• **TASK DESCRIPTION**
Copy exactly the lines of the data below that run from the line holding "const xs = scan.positions.map((p)" through the line holding "const head = rows[0]", both ends included.

*** RECORDS FOR THE EXERCISE Section Begins ***

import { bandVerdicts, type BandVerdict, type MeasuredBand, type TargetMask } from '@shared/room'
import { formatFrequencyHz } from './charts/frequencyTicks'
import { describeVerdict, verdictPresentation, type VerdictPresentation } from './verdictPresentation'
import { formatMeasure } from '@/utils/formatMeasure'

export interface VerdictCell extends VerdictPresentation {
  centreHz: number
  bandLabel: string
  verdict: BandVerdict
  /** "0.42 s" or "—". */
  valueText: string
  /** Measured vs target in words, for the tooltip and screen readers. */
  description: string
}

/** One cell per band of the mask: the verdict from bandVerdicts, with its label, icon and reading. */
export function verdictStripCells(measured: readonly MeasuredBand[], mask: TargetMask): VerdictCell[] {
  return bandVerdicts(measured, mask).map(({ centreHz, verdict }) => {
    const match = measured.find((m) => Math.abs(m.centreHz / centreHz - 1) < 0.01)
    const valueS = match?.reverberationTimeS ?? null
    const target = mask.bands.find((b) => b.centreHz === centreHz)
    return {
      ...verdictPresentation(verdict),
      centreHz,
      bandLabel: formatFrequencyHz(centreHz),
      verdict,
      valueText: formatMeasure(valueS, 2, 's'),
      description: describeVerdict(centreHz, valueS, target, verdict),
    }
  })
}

*** RECORDS FOR THE EXERCISE Section Ends ***
*** RECORDS FOR THE EXERCISE Section Begins ***

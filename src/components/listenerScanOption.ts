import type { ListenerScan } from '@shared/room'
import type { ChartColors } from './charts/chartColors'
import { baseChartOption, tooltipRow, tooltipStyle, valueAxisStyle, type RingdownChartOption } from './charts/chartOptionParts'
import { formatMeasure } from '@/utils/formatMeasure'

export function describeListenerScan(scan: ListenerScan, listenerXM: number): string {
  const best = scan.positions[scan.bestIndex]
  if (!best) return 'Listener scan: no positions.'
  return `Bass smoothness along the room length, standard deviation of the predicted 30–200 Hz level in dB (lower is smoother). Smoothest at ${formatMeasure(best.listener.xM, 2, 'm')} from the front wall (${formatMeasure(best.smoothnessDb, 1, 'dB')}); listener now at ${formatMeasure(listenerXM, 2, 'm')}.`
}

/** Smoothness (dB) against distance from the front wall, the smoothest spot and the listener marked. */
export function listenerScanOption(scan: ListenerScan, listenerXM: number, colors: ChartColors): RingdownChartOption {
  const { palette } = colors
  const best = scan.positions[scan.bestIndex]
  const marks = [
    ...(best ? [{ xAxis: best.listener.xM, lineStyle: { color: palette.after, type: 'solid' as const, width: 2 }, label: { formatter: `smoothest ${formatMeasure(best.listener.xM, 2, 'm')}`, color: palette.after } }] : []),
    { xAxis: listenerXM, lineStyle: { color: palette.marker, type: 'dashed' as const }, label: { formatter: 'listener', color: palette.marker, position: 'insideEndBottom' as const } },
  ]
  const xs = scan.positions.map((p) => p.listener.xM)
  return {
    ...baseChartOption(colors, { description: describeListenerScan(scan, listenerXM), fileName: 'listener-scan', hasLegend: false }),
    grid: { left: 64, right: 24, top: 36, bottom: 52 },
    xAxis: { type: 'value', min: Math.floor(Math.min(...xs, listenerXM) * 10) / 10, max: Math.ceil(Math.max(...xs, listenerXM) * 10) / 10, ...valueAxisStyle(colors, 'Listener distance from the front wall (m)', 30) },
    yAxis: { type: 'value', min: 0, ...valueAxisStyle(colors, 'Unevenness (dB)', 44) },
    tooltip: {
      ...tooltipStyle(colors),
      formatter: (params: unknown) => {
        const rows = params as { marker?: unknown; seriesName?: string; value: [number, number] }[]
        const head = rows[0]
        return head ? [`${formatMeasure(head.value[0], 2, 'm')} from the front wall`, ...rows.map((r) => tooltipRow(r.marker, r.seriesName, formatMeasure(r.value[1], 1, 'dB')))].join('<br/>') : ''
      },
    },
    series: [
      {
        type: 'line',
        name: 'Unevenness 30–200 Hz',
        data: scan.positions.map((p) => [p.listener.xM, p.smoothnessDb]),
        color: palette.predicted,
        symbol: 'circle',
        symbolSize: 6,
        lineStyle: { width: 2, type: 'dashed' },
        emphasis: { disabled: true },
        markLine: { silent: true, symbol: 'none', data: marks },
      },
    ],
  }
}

*** RECORDS FOR THE EXERCISE Section Ends ***

• **WRITTEN SOLUTION**
  const xs = scan.positions.map((p) => p.listener.xM)
  return {
    ...baseChartOption(colors, { description: describeListenerScan(scan, listenerXM), fileName: 'listener-scan', hasLegend: false }),
    grid: { left: 64, right: 24, top: 36, bottom: 52 },
    xAxis: { type: 'value', min: Math.floor(Math.min(...xs, listenerXM) * 10) / 10, max: Math.ceil(Math.max(...xs, listenerXM) * 10) / 10, ...valueAxisStyle(colors, 'Listener distance from the front wall (m)', 30) },
    yAxis: { type: 'value', min: 0, ...valueAxisStyle(colors, 'Unevenness (dB)', 44) },
    tooltip: {
      ...tooltipStyle(colors),
      formatter: (params: unknown) => {
        const rows = params as { marker?: unknown; seriesName?: string; value: [number, number] }[]
        const head = rows[0]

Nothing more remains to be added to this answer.